Le gardien du droit au milieu de la tempête

Alors que la plupart des dirigeants européens plaident pour mobiliser les fonds russes afin de financer la reconstruction de l’Ukraine, De Wever a rappelé une évidence souvent négligée , l’État de droit ne se suspend pas en temps de guerre. Cette phrase, glissée avec le calme d’un professeur de droit constitutionnel, résume à elle seule la philosophie du dirigeant nationaliste flamand.

« Si nous transformons le droit international en outil de circonstance, alors demain, personne ne pourra plus nous faire confiance », aurait-il confié à ses collaborateurs avant le sommet. Derrière ce refus, il y a une conviction , le respect du droit international n’est pas une option morale, mais une condition de survie pour une petite puissance financière comme la Belgique.

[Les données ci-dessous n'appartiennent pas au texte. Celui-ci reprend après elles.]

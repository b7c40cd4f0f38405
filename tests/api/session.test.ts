import { createHash } from 'node:crypto';
import jwt from 'jsonwebtoken';

import { sessionSchema } from '../../shared/contracts/session';
import { RefreshToken } from '../../server/sessions/refresh-token-entity';
import { SessionRow } from '../../server/sessions/session-entity';
import { ApiServer, cookiesOf, only, PASSWORD, type TestPerson } from '../support/api-server';

const MINUTE = 60_000;
const HOUR = 60 * MINUTE;

let server: ApiServer;
let person: TestPerson;
beforeAll(async () => {
  server = await ApiServer.start();
  person = server.people.designer;
});
afterAll(() => server.stop());

const read = (cookies: string) => server.send('get', '/api/session', cookies);
const sessionIdOf = (cookies: string): string => (jwt.decode(only(cookies, 'access').split('=')[1]!) as { sid: string }).sid;
const sessionRow = (cookies: string) => server.database.getRepository(SessionRow).findOneByOrFail({ id: sessionIdOf(cookies) });

describe('signing in', () => {
  test('wants an e-mail address and a password', async () => {
    const answer = await server.send('post', '/api/session', null, { email: 'somebody' }).expect(400);
    expect(answer.body).toMatchObject({ code: 'invalid-input', issues: [{ path: 'email' }, { path: 'password', message: 'is missing' }] });
  });

  test('tells who signed in, and sets cookies that scripts and other sites cannot use', async () => {
    const answer = await server.send('post', '/api/session', null, { email: person.email.toUpperCase(), password: PASSWORD }).expect(201);
    expect(sessionSchema.parse(answer.body)).toMatchObject({ user: { email: person.email, roles: ['designer'], initials: 'HD' }, team: { name: 'Home' } });
    const cookies = answer.headers['set-cookie'] as unknown as string[];
    expect(cookies).toHaveLength(2);
    for (const cookie of cookies) {
      expect(cookie).toMatch(/^__Host-tidegate-(access|refresh)=/);
      for (const attribute of ['HttpOnly', 'Secure', 'SameSite=Strict', 'Path=/']) expect(cookie.split('; ')).toContain(attribute);
    }
  });

  test('answers a wrong password, an unknown account and a deactivated one with the same words', async () => {
    const attempt = (email: string, password: string) => server.send('post', '/api/session', null, { email, password }).expect(401);
    await server.database.query('UPDATE person SET active = false WHERE id = $1', [server.people.reviewer.id]);
    const answers = [await attempt(person.email, 'not the password'), await attempt('nobody@test.example', PASSWORD), await attempt(server.people.reviewer.email, PASSWORD)];
    const problems = answers.map((answer) => ({ ...(answer.body as object), instance: null }));
    expect(problems[0]).toMatchObject({ code: 'wrong-credentials' });
    expect(problems[1]).toEqual(problems[0]);
    expect(problems[2]).toEqual(problems[0]);
  });

  test('keeps refresh tokens as hashes only', async () => {
    const cookies = await server.signIn(person);
    const token = only(cookies, 'refresh').split('=')[1]!;
    const rows = await server.database.getRepository(RefreshToken).findBy({ sessionId: sessionIdOf(cookies) });
    expect(rows.map((row) => row.hash)).toEqual([createHash('sha256').update(token).digest('hex')]);
  });

  test('ends the session that the browser had before', async () => {
    const before = await server.signIn(person);
    const again = await server.send('post', '/api/session', before, { email: person.email, password: PASSWORD }).expect(201);
    await read(before).expect(401);
    await read(cookiesOf(again.headers)).expect(200);
    expect((await sessionRow(before)).endedBecause).toBe('replaced');
  });

  test('that fails leaves the session alone that the browser has', async () => {
    const before = await server.signIn(person);
    server.wait(11 * MINUTE);
    await server.send('post', '/api/session', before, { email: person.email, password: 'not the password' }).expect(401);
    server.wait(MINUTE);
    await read(before).expect(200);
  });

  test('reads a password beyond 72 bytes to its end', async () => {
    const long = 'x'.repeat(80);
    await server.database.query('UPDATE person SET password_hash = $2 WHERE id = $1', [server.people.librarian.id, await server.composed.passwords.hash(`${long}1`)]);
    await server.send('post', '/api/session', null, { email: server.people.librarian.email, password: `${long}2` }).expect(401);
    await server.send('post', '/api/session', null, { email: server.people.librarian.email, password: `${long}1` }).expect(201);
  });
});

describe('a session', () => {
  test('goes on without the client noticing when the access token has expired', async () => {
    const cookies = await server.signIn(person);
    server.wait(11 * MINUTE);
    const answer = await read(cookies).expect(200);
    const renewed = cookiesOf(answer.headers);
    expect(only(renewed, 'refresh')).not.toBe(only(cookies, 'refresh'));
    const quiet = await read(renewed).expect(200);
    expect(quiet.headers['set-cookie']).toBeUndefined();
    expect(sessionIdOf(renewed)).toBe(sessionIdOf(cookies));
  });

  test('serves requests that left together with the same refresh token, and hands out one successor', async () => {
    const refresh = only(await server.signIn(person), 'refresh');
    const answers = await Promise.all(Array.from({ length: 6 }, () => read(refresh).expect(200)));
    const successors = answers.map((answer) => only(cookiesOf(answer.headers), 'refresh')).filter(Boolean);
    expect(successors).toHaveLength(1);
    expect(answers.every((answer) => only(cookiesOf(answer.headers), 'access') !== '')).toBe(true);
  });

  test('ends, with all its tokens, when a used refresh token comes back after the grace', async () => {
    const stolen = only(await server.signIn(person), 'refresh');
    const renewed = cookiesOf((await read(stolen).expect(200)).headers);
    server.wait(11_000);
    await read(renewed).expect(200);
    const refused = await read(stolen).expect(401);
    expect(cookiesOf(refused.headers)).toBe('');
    await read(renewed).expect(401);
    await read(only(renewed, 'refresh')).expect(401);
    expect((await sessionRow(renewed)).endedBecause).toBe('token-reused');
  });

  test('is over after 30 minutes without a request, however often it was renewed before', async () => {
    let cookies = await server.signIn(person);
    for (let round = 0; round < 3; round += 1) {
      server.wait(29 * MINUTE);
      cookies = cookiesOf((await read(cookies).expect(200)).headers);
    }
    server.wait(31 * MINUTE);
    await read(cookies).expect(401);
    expect((await sessionRow(cookies)).endedBecause).toBe('idle');
  });

  test('counts use under a good access token as a sign of life', async () => {
    const cookies = await server.signIn(person);
    server.wait(9 * MINUTE);
    await read(cookies).expect(200);
    server.wait(29 * MINUTE);
    await read(cookies).expect(200);
  });

  test('is over after 12 hours, however busy', async () => {
    let cookies = await server.signIn(person);
    for (let passed = 0; passed < 12 * HOUR - 25 * MINUTE; passed += 25 * MINUTE) {
      server.wait(25 * MINUTE);
      cookies = cookiesOf((await read(cookies).expect(200)).headers);
    }
    server.wait(25 * MINUTE);
    await read(cookies).expect(401);
  });

  test('is over at the next request after signing out, also for a copy of its cookies', async () => {
    const cookies = await server.signIn(person);
    const answer = await server.send('delete', '/api/session', cookies).expect(204);
    expect(cookiesOf(answer.headers)).toBe('');
    await read(cookies).expect(401);
    await read(only(cookies, 'refresh')).expect(401);
  });

  test('sees a role taken away at the next request', async () => {
    const cookies = await server.signIn(server.people.admin);
    await server.database.query(`UPDATE role_grant SET role = 'reviewer' WHERE person_id = $1`, [server.people.admin.id]);
    expect((await read(cookies).expect(200)).body).toMatchObject({ user: { roles: ['reviewer'] } });
  });
});

describe('a forged access token', () => {
  const access = (token: string) => `__Host-tidegate-access=${token}`;
  const payload = async () => ({ sid: sessionIdOf(await server.signIn(person)), iss: 'tidegate', exp: Math.floor(Date.now() / 1000) + 10 ** 7 });

  test('signed with another secret is refused', async () => {
    await read(access(jwt.sign(await payload(), 'another secret of enough length 12345'))).expect(401);
  });

  test('without a signature is refused', async () => {
    await read(access(jwt.sign(await payload(), '', { algorithm: 'none' }))).expect(401);
  });
});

Le réalisme belge face au risque économique

Le refus de Bart De Wever est tout sauf une posture. Derrière son « non », il y a une lecture pragmatique du risque. La Belgique abrite près de 90 % des avoirs russes gelés par l’Union européenne, concentrés dans les circuits d’Euroclear. Si demain Moscou riposte ou exige réparation, c’est la Belgique qui serait la première à payer, non pas l’Allemagne ni la France.

De Wever, qui connaît intimement le fonctionnement d’Euroclear et la sensibilité de la place financière bruxelloise, sait que le moindre faux pas juridique pourrait se traduire par des sanctions économiques, des procès internationaux, voire une fuite de capitaux. Il n’a donc pas cédé à la pression politique , son devoir, répète-t-il, est de protéger les intérêts du pays avant ceux de la géopolitique émotionnelle.

Du “Monsieur non” fédéral au “Monsieur non” européen

Sur la scène intérieure, Bart De Wever s’est déjà taillé la réputation de “Monsieur non” belge, celui qui refuse les compromis faciles dans les négociations budgétaires fédérales. À l’échelle européenne, il exporte ce même profil , celui d’un homme de principe, parfois raide, souvent lucide.

On le traite d’« entêté », de « frileux », voire de « trumpiste » pour son refus d’entrer dans la logique des sanctions symboliques. Mais ses partisans y voient une forme de courage politique , celui d’un dirigeant qui ose rappeler que le droit ne se plie pas aux émotions collectives.

De Wever joue une partition complexe , préserver la crédibilité juridique de l’Union, tout en consolidant sa stature d’homme d’État en Belgique. Car chaque sommet européen où il s’oppose à la majorité renforce sa posture nationale , celle d’un Premier ministre qui résiste aux pressions extérieures, au nom du réalisme et de la souveraineté juridique.

Une Belgique sur la ligne de crête

Dans un contexte où l’Union européenne cherche désespérément à afficher son unité face à la Russie, la position belge est inconfortable. Bruxelles — capitale européenne et centre névralgique d’Euroclear — se retrouve à la fois juge et partie. Et c’est précisément ce paradoxe que Bart De Wever veut maîtriser , être l’Européen qui dit non, non par idéologie, mais par sens de la responsabilité.

Le « Monsieur non » européen n’est pas un saboteur, mais un conservateur de principes. Dans un continent où la politique s’emballe, il choisit la lenteur du droit. Et si cela déplaît à certains de ses homologues, il semble s’en accommoder parfaitement. Car pour De Wever, le vrai courage politique, c’est de tenir bon quand tout le monde cède.